Gelora Cinta Sang Majikan

Gelora Cinta Sang Majikan
Episode 79


__ADS_3

Roy dan Adam sudah mulai berkutat di perusahaan, mereka nampak sibuk. Hingga beberapa saat kemudian, kesibukan mereka terhenti karena kedatangan seseorang.


"Siang, Pak? Orang suruhan tuan Wiliam sudah hadir, dia ada di depan," kata salah satu staff di sana.


"Suruh saja dia masuk," jawab Adam.


Sedangkan Roy, sama sekali ia tak menoleh.
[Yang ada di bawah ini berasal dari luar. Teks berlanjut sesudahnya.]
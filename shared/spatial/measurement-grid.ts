import { booleanPointInPolygon } from '@turf/boolean-point-in-polygon';
import { point as turfPoint } from '@turf/helpers';
import { gridSpacing, pointsPerSide, GRID_ROUNDINGS, type GridRounding } from '../core/zone-stats';
import { distanceToOutline, toTurfPolygon, type PlanPoint } from './polygon';
import type { ZoneKind } from './zone-assignment';

export { GRID_ROUNDINGS, type GridRounding };

/**
 * Planned measurement points for a zone (EN 12464-1 grid; formula and d rule in DOMAIN.md, section 5):
 *   p = 0.2 × 5^log10(d) m, p ≤ 10 m; d the longer side of the area, or the shorter when the sides
 *   differ by a factor of 2 or more; points per side from d / p (rounding: see GridRounding);
 *   cells with an aspect ratio between 0.5 and 2 (secondary); points at the cell centres;
 *   a wall band (0.5 m by default) excluded in rooms, none in task areas and outdoor areas.
 *
 * Luxtrail's own rules where the standard is silent:
 * - Outlines that are not rectangles: the grid is laid over the bounding box of the outline less the
 *   band on each side (axis-aligned with the plan), and only cell centres inside the outline and at
 *   least the band away from it are kept (so an L-shaped room keeps the points of its two arms).
 * - Narrow zones (corridors, walkways) whose bounding box is less than NARROW_ZONE_WIDTH_M wide and at
 *   least twice as long: a centreline row along the long axis is offered as the documented alternative.
 *   Its d is the row's length, so p = 0.2 × 5^log10(length), points at the centres of equal segments.
 */
export const NARROW_ZONE_WIDTH_M = 2.5;

/** Cell aspect ratio limits (EN 12464-1, secondary). */
export const CELL_ASPECT_MIN = 0.5;
export const CELL_ASPECT_MAX = 2;

export const GRID_LAYOUTS = ['full', 'centreline'] as const;
export type GridLayout = (typeof GRID_LAYOUTS)[number];

export const GRID_ROUNDING_TEXT: Record<GridRounding, string> = {
  next_higher: 'Points per side: the next higher integer of d / p (EN 12464-1:2011 wording)',
  nearest: 'Points per side: d / p rounded to the nearest integer (EN 12464-1:2021 as reported by secondary sources; unchecked against the text)',
};

export const GRID_LAYOUT_TEXT: Record<GridLayout, string> = {
  full: 'Full grid over the area (less the wall band in rooms)',
  centreline: `Centreline row for a narrow zone (narrower than ${NARROW_ZONE_WIDTH_M} m): one row along the long axis at spacing p from the row's length`,
};

export type GridZone = { kind: ZoneKind; wallBandM: number; polygon: readonly PlanPoint[] };

export type GridPoint = {
  /** Row from the top of the plan (highest y) starting at 0; column from the left starting at 0. */
  row: number;
  col: number;
  /** Row letters and column number, e.g. "B3"; the label is the zone code, a dash and this. */
  cell: string;
  xM: number;
  yM: number;
};

export type MeasurementGrid = {
  rounding: GridRounding;
  layout: GridLayout;
  /** Band taken off each edge: the zone's wall band for rooms, 0 for task areas and outdoor areas. */
  bandM: number;
  /** Lower-left and upper-right corners of the gridded box (outline's bounding box less the band). */
  box: { x0: number; y0: number; x1: number; y1: number };
  dM: number;
  spacingM: number;
  columns: number;
  rows: number;
  cellWidthM: number;
  cellHeightM: number;
  /** cellWidth / cellHeight; within 0.5..2 for a full grid. */
  cellAspect: number;
  /** Columns or rows added beyond d / p to keep the cell aspect within 0.5..2. */
  aspectAdjusted: boolean;
  rectangular: boolean;
  /** Cell centres of the box that fell outside the outline (or inside its band) and were dropped. */
  dropped: number;
  points: GridPoint[];
};

export class GridError extends Error {}

/** A, B, ..., Z, AA, AB, ... */
export function rowLetters(row: number): string {
  let n = row + 1;
  let s = '';
  while (n > 0) {
    const r = (n - 1) % 26;
    s = String.fromCharCode(65 + r) + s;
    n = Math.floor((n - 1) / 26);
  }
  return s;
}

export function gridLabel(zoneCode: string, row: number, col: number): string {
  return `${zoneCode}-${rowLetters(row)}${col + 1}`;
}

/** How a log's `point` is matched to a planned label: trimmed, case-insensitive. */
export function labelKey(label: string): string {
  return label.trim().toLowerCase();
}

/**
 * A short code for a zone, unique among `taken` (compared case-insensitively): the initials of its
 * words (first two letters of a one-word name), at most three letters, then any number in the name;
 * a digit is appended while the code is taken. "Office 1" → "O1", "Reading room" → "RR", "Stairs" → "ST".
 */
export function zoneCode(name: string, taken: Iterable<string> = []): string {
  const used = new Set([...taken].map((t) => t.toLowerCase()));
  const words = name.normalize('NFKD').replace(/[^A-Za-z0-9 ]+/g, ' ').trim().split(/\s+/).filter(Boolean);
  const alpha = words.filter((w) => /^[A-Za-z]/.test(w));
  const digits = words.filter((w) => /^[0-9]+$/.test(w)).join('').slice(0, 3);
  let letters = alpha.length === 1 ? alpha[0].slice(0, 2) : alpha.map((w) => w[0]).join('').slice(0, 3);
  if (!letters) letters = 'Z';
  const base = (letters + digits).toUpperCase();
  if (!used.has(base.toLowerCase())) return base;
  for (let i = 2; ; i++) {
    const c = `${base}${digits ? '.' : ''}${i}`;
    if (!used.has(c.toLowerCase())) return c;
  }
}

function boundsOf(poly: readonly PlanPoint[]) {
  const xs = poly.map((p) => p[0]);
  const ys = poly.map((p) => p[1]);
  return { x0: Math.min(...xs), y0: Math.min(...ys), x1: Math.max(...xs), y1: Math.max(...ys) };
}

function isAxisRectangle(poly: readonly PlanPoint[], b: ReturnType<typeof boundsOf>): boolean {
  const eq = (u: number, v: number) => Math.abs(u - v) < 1e-9;
  return poly.length === 4 && poly.every((p) => (eq(p[0], b.x0) || eq(p[0], b.x1)) && (eq(p[1], b.y0) || eq(p[1], b.y1)));
}

/** True when the zone qualifies for the centreline row (bounding box narrower than NARROW_ZONE_WIDTH_M and at least twice as long). */
export function isNarrowZone(polygon: readonly PlanPoint[]): boolean {
  const b = boundsOf(polygon);
  const w = b.x1 - b.x0;
  const h = b.y1 - b.y0;
  const short = Math.min(w, h);
  const long = Math.max(w, h);
  return short < NARROW_ZONE_WIDTH_M && long >= 2 * short;
}

/**
 * Columns and rows for a box of width a and height b at spacing p: each side from its own length
 * over p, then the side whose cells are too long gets more points until the cell aspect lies in
 * 0.5..2 (more points only shorten cells, so the spacing stays at most p).
 */
export function cellCounts(a: number, b: number, p: number, rounding: GridRounding) {
  let cols = pointsPerSide(a, p, rounding);
  let rows = pointsPerSide(b, p, rounding);
  let adjusted = false;
  for (let guard = 0; guard < 10_000; guard++) {
    const aspect = a / cols / (b / rows);
    if (aspect > CELL_ASPECT_MAX + 1e-9) { cols = Math.ceil((a * rows) / (CELL_ASPECT_MAX * b) - 1e-9); adjusted = true; continue; }
    if (aspect < CELL_ASPECT_MIN - 1e-9) { rows = Math.ceil((b * cols) / (CELL_ASPECT_MAX * a) - 1e-9); adjusted = true; continue; }
    break;
  }
  return { cols, rows, adjusted };
}

/** The measurement grid for a zone; throws GridError when the band leaves no area to grid. */
export function measurementGrid(zone: GridZone, options: { rounding: GridRounding; layout?: GridLayout }): MeasurementGrid {
  const layout = options.layout ?? 'full';
  const rounding = options.rounding;
  if (zone.polygon.length < 3) throw new GridError('The zone has no outline to lay a grid over');
  const outer = boundsOf(zone.polygon);
  const rectangular = isAxisRectangle(zone.polygon, outer);
  const bandM = zone.kind === 'room' ? Math.max(0, zone.wallBandM) : 0;
  const box = { x0: outer.x0 + bandM, y0: outer.y0 + bandM, x1: outer.x1 - bandM, y1: outer.y1 - bandM };
  const a = box.x1 - box.x0; // across (x)
  const b = box.y1 - box.y0; // up (y)
  if (!(a > 1e-6) || !(b > 1e-6)) {
    throw new GridError(`The zone is ${(outer.x1 - outer.x0).toFixed(2)} m × ${(outer.y1 - outer.y0).toFixed(2)} m: its ${bandM} m wall band leaves no area to measure`);
  }

  let dM: number;
  let cols: number;
  let rows: number;
  let adjusted = false;
  if (layout === 'centreline') {
    if (!isNarrowZone(zone.polygon)) throw new GridError(`A centreline row is for zones narrower than ${NARROW_ZONE_WIDTH_M} m and at least twice as long; this zone is ${(outer.x1 - outer.x0).toFixed(2)} m × ${(outer.y1 - outer.y0).toFixed(2)} m`);
    dM = Math.max(a, b);
    const n = pointsPerSide(dM, gridSpacing(dM), rounding);
    if (a >= b) { cols = n; rows = 1; } else { cols = 1; rows = n; }
  } else {
    const long = Math.max(a, b);
    const short = Math.min(a, b);
    dM = long / short >= 2 ? short : long;
    ({ cols, rows, adjusted } = cellCounts(a, b, gridSpacing(dM), rounding));
  }
  const spacingM = gridSpacing(dM);
  const cw = a / cols;
  const ch = b / rows;

  const turf = rectangular ? null : toTurfPolygon(zone.polygon as PlanPoint[]);
  const points: GridPoint[] = [];
  let dropped = 0;
  for (let r = 0; r < rows; r++) {
    const y = box.y1 - (r + 0.5) * ch; // row A at the top of the plan
    for (let c = 0; c < cols; c++) {
      const x = box.x0 + (c + 0.5) * cw;
      if (turf) {
        const inside = booleanPointInPolygon(turfPoint([x, y]), turf, { ignoreBoundary: true });
        if (!inside || (bandM > 0 && distanceToOutline([x, y], zone.polygon) < bandM - 1e-9)) { dropped++; continue; }
      }
      points.push({ row: r, col: c, cell: `${rowLetters(r)}${c + 1}`, xM: x, yM: y });
    }
  }
  return {
    rounding, layout, bandM, box, dM, spacingM, columns: cols, rows, cellWidthM: cw, cellHeightM: ch, cellAspect: cw / ch,
    aspectAdjusted: adjusted, rectangular, dropped, points,
  };
}

/** Point counts of the full grid under each rounding, so a zone can say when the two readings differ. */
export function gridCountsByRounding(zone: GridZone, layout: GridLayout = 'full'): Record<GridRounding, number> {
  const out = {} as Record<GridRounding, number>;
  for (const r of GRID_ROUNDINGS) out[r] = measurementGrid(zone, { rounding: r, layout }).points.length;
  return out;
}

type LabelledPoint = { label: string; xM: number; yM: number };

/** True when planned points differ from the generated grid (a point added, deleted or moved by more than a micrometre): a changed grid. */
export function gridDiffersFromGenerated(generated: readonly LabelledPoint[], points: readonly LabelledPoint[]): boolean {
  if (points.length !== generated.length) return true;
  const byLabel = new Map(points.map((p) => [p.label, p]));
  return generated.some((g) => {
    const p = byLabel.get(g.label);
    return !p || Math.abs(p.xM - g.xM) > 1e-6 || Math.abs(p.yM - g.yM) > 1e-6;
  });
}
Ia terus menatap layar laptop-nya.


"Baik, Pak. Saya akan segera menyuruhnya kemari." Staff itu undur diri dari ruangan itu.
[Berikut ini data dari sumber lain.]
import { useState } from 'react';
import { NavLink, Outlet, useNavigate, useNavigation } from 'react-router';
import { LogOut, Menu, X } from 'lucide-react';
import { can } from '@shared/policy';
import { ROLE_LABELS } from '@shared/roles';
import { NAV_ITEMS } from '../nav';
import { useCurrentUser } from '../current-user';
import { useSignOut } from '@/features/auth/api/sign-out';
import { LuxtrailMark } from '@/components/brand/luxtrail-mark';
import { UnitsToggle } from '@/components/ui/units-toggle';
import { cx } from '@/components/ui/cx';
import { paths } from '@shared/paths';

export function AppShell() {
  const user = useCurrentUser();
  const [open, setOpen] = useState(false);
  const navigate = useNavigate();
  const navigation = useNavigation();
  const signOut = useSignOut();
  const items = NAV_ITEMS.filter((i) => !i.capability || can(user.role, i.capability));

  const nav = (
    <nav aria-label="Main" className="flex flex-col gap-6">
      {(['work', 'admin'] as const).map((group) => {
        const groupItems = items.filter((i) => i.group === group);
        if (!groupItems.length) return null;
        return (
          <div key={group}>
            <div className="mb-2 px-3 text-[11px] font-semibold uppercase tracking-wider text-ink-300">{group === 'work' ? 'Work' : 'Administration'}</div>
            <ul className="flex flex-col gap-0.5">
              {groupItems.map((item) => (
                <li key={item.to}>
                  <NavLink
                    to={item.to}
                    end={item.to === paths.home.to()}
                    onClick={() => setOpen(false)}
                    className={({ isActive }) => cx('flex items-center gap-3 rounded-lg px-3 py-2 text-sm font-medium transition-colors', isActive ? 'bg-ink-800 text-white' : 'text-ink-300 hover:bg-ink-800/60 hover:text-white')}
                  >
                    <item.icon className="h-4 w-4" aria-hidden />
                    {item.label}
                  </NavLink>
                </li>
              ))}
            </ul>
          </div>
        );
      })}
    </nav>
  );

  const account = (
    <div className="border-t border-ink-800 pt-4">
      <div className="px-3 text-sm font-medium text-white">{user.name}</div>
      <div className="px-3 text-xs text-ink-300">{ROLE_LABELS[user.role]} · {user.organizationName}</div>
      <button
        type="button"
        onClick={() => signOut.mutate(undefined, { onSuccess: () => navigate(paths.signIn.to()) })}
        className="mt-3 flex w-full items-center gap-2 rounded-lg px-3 py-2 text-sm text-ink-300 hover:bg-ink-800 hover:text-white"
      >
        <LogOut className="h-4 w-4" aria-hidden /> Sign out
      </button>
    </div>
  );

  return (
    <div className="min-h-screen lg:grid lg:grid-cols-[15rem_1fr] lg:bg-[linear-gradient(to_right,#141b2d_15rem,transparent_15rem)]">
      <a href="#main" className="sr-only focus:not-sr-only focus:absolute focus:left-2 focus:top-2 focus:z-50 focus:rounded focus:bg-white focus:px-3 focus:py-2">Skip to content</a>
      <aside className="hidden bg-ink-900 lg:sticky lg:top-0 lg:flex lg:h-screen lg:flex-col lg:justify-between lg:p-4">
        <div className="flex flex-col gap-8">
          <LuxtrailMark className="h-8 px-2 text-white" />
          {nav}
        </div>
        <div className="flex flex-col gap-4">
          <UnitsToggle className="mx-3 self-start" />
          {account}
        </div>
      </aside>
      <header className="sticky top-0 z-30 flex items-center justify-between bg-ink-900 px-4 py-3 lg:hidden">
        <LuxtrailMark className="h-7 text-white" />
        <div className="flex items-center gap-2">
          <UnitsToggle />
          <button type="button" aria-label={open ? 'Close menu' : 'Open menu'} aria-expanded={open} onClick={() => setOpen(!open)} className="rounded-lg p-2 text-white hover:bg-ink-800">
            {open ? <X className="h-5 w-5" /> : <Menu className="h-5 w-5" />}
          </button>
        </div>
      </header>
      {open && (
        <div className="fixed inset-x-0 top-[3.25rem] z-20 flex flex-col gap-6 bg-ink-900 p-4 pb-6 shadow-xl lg:hidden">
          {nav}
          {account}
        </div>
      )}
      <main id="main" className="min-w-0">
        {navigation.state === 'loading' && <div className="fixed inset-x-0 top-0 z-50 h-0.5 animate-pulse bg-lamp-400" aria-hidden />}
        <Outlet />
      </main>
    </div>
  );
}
"Hentikan dulu pekerjaanmu, itu orang suruhan tuan Wiliam sudah datang," ucap Adam pada Roy.


"Kamu saja yang urus dia, tempatkan di bagian pekerjaan yang sedang dibutuhkan." Jawab Roy tanpa menoleh.


Adam hanya bisa menghela napas panjang karena Roy tidak ingin turun tangan soal orang baru itu.
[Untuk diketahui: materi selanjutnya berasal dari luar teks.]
describe('POST /api/sites/:id/plans', () => {
  it('upload, with a PNG and a width in metres, stores the plan with its pixel size and scale', async () => {
    const res = await upload(surveyor, siteId, pngOf(360, 200), { name: 'Ground floor', widthM: '36' });
    expect(res.status, JSON.stringify(res.body)).toBe(201);
    expect(res.body).toMatchObject({ siteId, name: 'Ground floor', widthPx: 360, heightPx: 200, metresPerPixel: 0.1, widthM: 36, heightM: 20, zoneCount: 0, contentType: 'image/png' });
    expect(res.body.imageSha256).toMatch(/^[0-9a-f]{64}$/);
    const audit = t.db.select().from(auditEvents).where(eq(auditEvents.entityType, 'plan')).all();
    expect(audit.some((a) => a.entityId === res.body.id && a.action === 'created')).toBe(true);
  });

  it('upload, without a width, leaves the scale unset', async () => {
    const res = await upload(surveyor, siteId, pngOf(100, 80, 1), { name: 'Unscaled' });
    expect(res.status).toBe(201);
    expect(res.body).toMatchObject({ metresPerPixel: null, widthM: null, heightM: null });
  });

  it('upload, when the file is text named .png, answers 415 and stores nothing', async () => {
    const before = t.db.select().from(plans).all().length;
    const res = await upload(surveyor, siteId, Buffer.from('x,y\n1,2\n'), { name: 'Fake' }, 'fake.png');
    expect(res.status).toBe(415);
    expect(res.body.error.message).toMatch(/PNG, JPEG or WebP/);
    expect(t.db.select().from(plans).all().length).toBe(before);
  });

  it('upload, without a name, answers 400 naming the field', async () => {
    const res = await upload(surveyor, siteId, pngOf(50, 50), {});
    expect(res.status).toBe(400);
    expect(res.body.error.message).toMatch(/"name"/);
  });

  it('upload, without a file, answers 400 naming the field "file"', async () => {
    const res = await surveyor.post(`/api/sites/${siteId}/plans`).field('name', 'No file');
    expect(res.status).toBe(400);
    expect(res.body.error.message).toMatch(/"file"/);
  });

  it('upload, with a width of zero, answers 400 saying the width must be positive', async () => {
    const res = await upload(surveyor, siteId, pngOf(50, 50), { name: 'Zero', widthM: '0' });
    expect(res.status).toBe(400);
    expect(res.body.error.message).toMatch(/more than 0 m/);
  });

  it('upload, to another organisation\'s site, answers 404', async () => {
    const res = await upload(surveyor, otherSiteId, pngOf(50, 50));
    expect(res.status).toBe(404);
  });

  it('upload, by a facility manager, answers 403', async () => {
    const fm = await t.signIn(DEMO.facility_manager);
    expect((await upload(fm, siteId, pngOf(50, 50))).status).toBe(403);
  });
});

describe('GET /api/sites/:id/plans and /api/plans/:id/image', () => {
  it('list, for the site, gives its plans; for another organisation\'s site, answers 404', async () => {
    const mine = await surveyor.get(`/api/sites/${siteId}/plans`);
    expect(mine.status).toBe(200);
    expect(mine.body.items.length).toBeGreaterThanOrEqual(1);
    expect(mine.body.items.every((p: { siteId: number }) => p.siteId === siteId)).toBe(true);
    expect((await surveyor.get(`/api/sites/${otherSiteId}/plans`)).status).toBe(404);
  });

  it('image, for a member of the organisation, is the uploaded bytes with ETag = SHA-256 and private caching', async () => {
    const image = pngOf(120, 90, 7);
    const created = (await upload(surveyor, siteId, image, { name: 'Image test', widthM: '12' })).body;
    const fm = await t.signIn(DEMO.facility_manager);
    const res = await fm.get(`/api/plans/${created.id}/image`).buffer(true);
    expect(res.status).toBe(200);
    expect(res.headers['content-type']).toBe('image/png');
    expect(res.headers.etag).toBe(`"${created.imageSha256}"`);
    expect(res.headers['cache-control']).toMatch(/private/);
    expect(Buffer.compare(res.body as Buffer, image)).toBe(0);
  });

  it('image, when the ETag matches, answers 304 without a body', async () => {
    const created = (await upload(surveyor, siteId, pngOf(64, 64, 9), { name: 'Etag' })).body;
    const res = await surveyor.get(`/api/plans/${created.id}/image`).set('If-None-Match', `"${created.imageSha256}"`);
    expect(res.status).toBe(304);
  });

  it('image, for a user of another organisation guessing the id, answers 404', async () => {
    const created = (await upload(surveyor, siteId, pngOf(64, 48, 11), { name: 'Private' })).body;
    const other = await t.signIn(DEMO.otherAdmin);
    const res = await other.get(`/api/plans/${created.id}/image`);
    expect(res.status).toBe(404);
    expect((await other.get(`/api/plans/${created.id}`)).status).toBe(404);
    expect((await other.get(`/api/plans/${created.id}/zones`)).status).toBe(404);
  });

  it('image, without a session, answers 401', async () => {
    expect((await t.client().get('/api/plans/1/image')).status).toBe(401);
  });
});

describe('PATCH /api/plans/:id', () => {
  it('scale by two points 300 px apart and 15 m, sets 0.05 m per pixel', async () => {
    const created = (await upload(surveyor, siteId, pngOf(400, 300, 13), { name: 'To scale' })).body;
    const res = await surveyor.patch(`/api/plans/${created.id}`).send({ scalePoints: [[50, 100], [350, 100]], distanceM: 15 });
    expect(res.status, JSON.stringify(res.body)).toBe(200);
    expect(res.body.metresPerPixel).toBeCloseTo(0.05, 12);
    expect(res.body.widthM).toBeCloseTo(20, 9);
    expect(res.body.heightM).toBeCloseTo(15, 9);
  });

  it('scale by diagonal points (3-4-5 triangle of 30, 40 px) and 10 m, sets 0.2 m per pixel', async () => {
    const created = (await upload(surveyor, siteId, pngOf(100, 100, 14), { name: 'Diagonal' })).body;
    const res = await surveyor.patch(`/api/plans/${created.id}`).send({ scalePoints: [[10, 10], [40, 50]], distanceM: 10 });
    expect(res.body.metresPerPixel).toBeCloseTo(0.2, 12);
  });

  it('scale change, when zones exist, rescales their corners so they stay on the same image pixels', async () => {
    const created = (await upload(surveyor, siteId, pngOf(200, 100, 15), { name: 'Rescale', widthM: '20' })).body;
    const zone = (await surveyor.post(`/api/plans/${created.id}/zones`).send({ name: 'Room', kind: 'room', useType: 'office_writing', polygon: [[0, 0], [10, 0], [10, 5], [0, 5]] })).body;
    await surveyor.patch(`/api/plans/${created.id}`).send({ widthM: 40 });
    const zones = (await surveyor.get(`/api/plans/${created.id}/zones`)).body.items;
    expect(zones.find((z: { id: number }) => z.id === zone.id).polygon).toEqual([[0, 0], [20, 0], [20, 10], [0, 10]]);
  });

  it('scale, when the two points are 3 px apart, answers 422 asking for points further apart', async () => {
    const created = (await upload(surveyor, siteId, pngOf(100, 100, 16), { name: 'Close' })).body;
    const res = await surveyor.patch(`/api/plans/${created.id}`).send({ scalePoints: [[10, 10], [13, 10]], distanceM: 1 });
    expect(res.status).toBe(422);
    expect(res.body.error.message).toMatch(/3\.0 pixels apart/);
  });

  it('scale, when a point lies outside the image, answers 422 naming the point', async () => {
    const created = (await upload(surveyor, siteId, pngOf(100, 100, 17), { name: 'Outside' })).body;
    const res = await surveyor.patch(`/api/plans/${created.id}`).send({ scalePoints: [[10, 10], [500, 10]], distanceM: 1 });
    expect(res.status).toBe(422);
    expect(res.body.error.message).toMatch(/Scale point 2 lies outside the image/);
  });

  it('scale, with points but no distance, answers 400 naming distanceM', async () => {
    const res = await surveyor.patch('/api/plans/1').send({ scalePoints: [[0, 0], [50, 0]] });
    expect(res.status).toBe(400);
    expect(res.body.error.message).toMatch(/distanceM/);
  });

  it('rename, of another organisation\'s plan, answers 404', async () => {
    const other = await t.signIn(DEMO.otherAdmin);
    const mine = (await surveyor.get(`/api/sites/${siteId}/plans`)).body.items[0];
    expect((await other.patch(`/api/plans/${mine.id}`).send({ name: 'Hijack' })).status).toBe(404);
  });
});

describe('GET /api/surveys/:id/map', () => {
  it('map, for a survey with points in a room, a task area, the wall band and beyond the plan\'s edge, marks each', async () => {
    const plan = (await upload(surveyor, siteId, pngOf(200, 120, 21), { name: 'Map plan', widthM: '20' })).body; // 20 m x 12 m
    const room = (await surveyor.post(`/api/plans/${plan.id}/zones`).send({ name: 'Room', kind: 'room', useType: 'library_reading', polygon: [[0, 0], [20, 0], [20, 12], [0, 12]] })).body;
    const desk = (await surveyor.post(`/api/plans/${plan.id}/zones`).send({ name: 'Desk', kind: 'task_area', useType: 'office_writing', polygon: [[4, 3], [12, 3], [12, 8], [4, 8]] })).body;
    const surveyId = insertSurveyWithReadings(t, orgOf(t, DEMO.surveyor), siteId, [
      { point: 'R1', x: 2, y: 2, lux: 400 },
      { point: 'R2', x: 16, y: 10, lux: 600 },
      { point: 'W1', x: 0.2, y: 6, lux: 100 },
      { point: 'D1', x: 8, y: 5, lux: 700 },
      { point: 'OUT', x: 50, y: 50, lux: 10 },
      { point: 'NOPOS', x: null, y: null, lux: 300 },
      { point: 'REF', x: 19, y: 11, lux: 12000, role: 'reference' },
    ], 'Map survey', plan.id);
    const res = await surveyor.get(`/api/surveys/${surveyId}/map?planId=${plan.id}`);
    expect(res.status, JSON.stringify(res.body)).toBe(200);
    const byPoint = Object.fromEntries(res.body.readings.map((r: { point: string }) => [r.point, r]));
    expect(Object.keys(byPoint).sort()).toEqual(['D1', 'R1', 'R2', 'REF', 'W1']);
    expect(byPoint.R1).toMatchObject({ zoneId: room.id, inWallBand: false, lux: 400, luxBound: 'exact', flag: 'ok', gainCode: 2 });
    expect(byPoint.W1).toMatchObject({ zoneId: room.id, inWallBand: true });
    expect(byPoint.D1).toMatchObject({ zoneId: desk.id, inWallBand: false });
    expect(byPoint.REF).toMatchObject({ zoneId: null, role: 'reference' });
    expect(res.body.withoutPosition).toBe(1);
    expect(res.body.outsidePlan).toBe(1);
    expect(res.body.withoutPlan).toBe(0);
    const roomSummary = res.body.zones.find((z: { zoneId: number }) => z.zoneId === room.id);
    // Wall-band point W1 is left out of the room's average: (400 + 600) / 2.
    expect(roomSummary).toMatchObject({ points: 2, wallBandPoints: 1, eavg: 500, eavgBound: null });
    expect(res.body.zones.find((z: { zoneId: number }) => z.zoneId === desk.id)).toMatchObject({ points: 1, eavg: 700 });
  });

  it('map, for two plans whose frames overlap, shows each plan only the readings taken on it and counts those with no plan', async () => {
    const ground = (await upload(surveyor, siteId, pngOf(100, 100, 24), { name: 'Overlap ground', widthM: '10' })).body;
    const upper = (await upload(surveyor, siteId, pngOf(100, 100, 25), { name: 'Overlap upper', widthM: '10' })).body;
    const surveyId = insertSurveyWithReadings(t, orgOf(t, DEMO.surveyor), siteId, [
      { point: 'G1', x: 2, y: 2, lux: 400, plan: ground.id },
      { point: 'G2', x: 5, y: 5, lux: 420, plan: ground.id },
      { point: 'U1', x: 2, y: 2, lux: 300, plan: upper.id },
      { point: 'LOST', x: 3, y: 3, lux: 350, plan: null },
      { point: 'NOPOS', x: null, y: null, lux: 10, plan: ground.id },
    ], 'Overlap survey');
    const onGround = (await surveyor.get(`/api/surveys/${surveyId}/map?planId=${ground.id}`)).body;
    const onUpper = (await surveyor.get(`/api/surveys/${surveyId}/map?planId=${upper.id}`)).body;
    // Same coordinates, different floors: the stored plan decides, never the position.
    expect(onGround.readings.map((r: { point: string }) => r.point)).toEqual(['G1', 'G2']);
    expect(onUpper.readings.map((r: { point: string }) => r.point)).toEqual(['U1']);
    for (const m of [onGround, onUpper]) expect(m).toMatchObject({ withoutPlan: 1, withoutPosition: 1, outsidePlan: 0 });
  });

  it('map, for a plan of another site, answers 422 saying so', async () => {
    const otherSite = insertSite(t, orgOf(t, DEMO.surveyor), 'Second site');
    const plan = (await upload(surveyor, otherSite, pngOf(50, 50, 22), { name: 'Elsewhere', widthM: '5' })).body;
    const surveyId = insertSurveyWithReadings(t, orgOf(t, DEMO.surveyor), siteId, [{ point: 'A', x: 1, y: 1, lux: 1 }]);
    const res = await surveyor.get(`/api/surveys/${surveyId}/map?planId=${plan.id}`);
    expect(res.status).toBe(422);
    expect(res.body.error.message).toMatch(/another site/);
  });

  it('map, for a plan without a scale, places nothing and says to set the scale', async () => {
    const plan = (await upload(surveyor, siteId, pngOf(50, 50, 23), { name: 'No scale' })).body;
    const surveyId = insertSurveyWithReadings(t, orgOf(t, DEMO.surveyor), siteId, [{ point: 'A', x: 1, y: 1, lux: 1 }]);
    const res = await surveyor.get(`/api/surveys/${surveyId}/map?planId=${plan.id}`);
    expect(res.status).toBe(200);
    expect(res.body.readings).toEqual([]);
    expect(res.body.notice).toMatch(/scale/);
  });

  it('map, of another organisation\'s survey, answers 404', async () => {
    const surveyId = insertSurveyWithReadings(t, orgOf(t, DEMO.otherAdmin), otherSiteId, [{ point: 'A', x: 1, y: 1, lux: 1 }]);
    expect((await surveyor.get(`/api/surveys/${surveyId}/map`)).status).toBe(404);
  });

  it('map, for a calibration user (no surveys.read), answers 403', async () => {
    const cal = await t.signIn(DEMO.calibration);
    expect((await cal.get('/api/surveys/1/map')).status).toBe(403);
  });
});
"Ayolah, Roy. Bukannya orang itu yang akan membantumu soal proyek baru yang akan dijalani," kata Adam lagi.


Mau tak mau, Roy menghentikan aktivitasnya.


"Ya sudah, suruh saja dia masuk," kata Roy.


Dan tak lama, orang itu pun datang. Seorang gadis cantik berpakain modis menghampiri, aroma parfum dari si gadis menyeruak di ruangan itu. Seketika, Adam menghirup aroma itu.


"Siang, maaf aku terlambat," ucap si gadis bernama Laura itu.


"Dam, beritahu pekerjaan apa saja yang harus dikerjakan olehnya," kata Roy. Roy menatap sekilas pada gadis itu, lalu ia kembali fokus pada laptopnya. Entah mengapa, Roy tidak ingin menatap gadis itu lama-lama. Dugaan tentang gadis itu ternyata benar. Dia Laura si gadis yang ada dimasa lalunya.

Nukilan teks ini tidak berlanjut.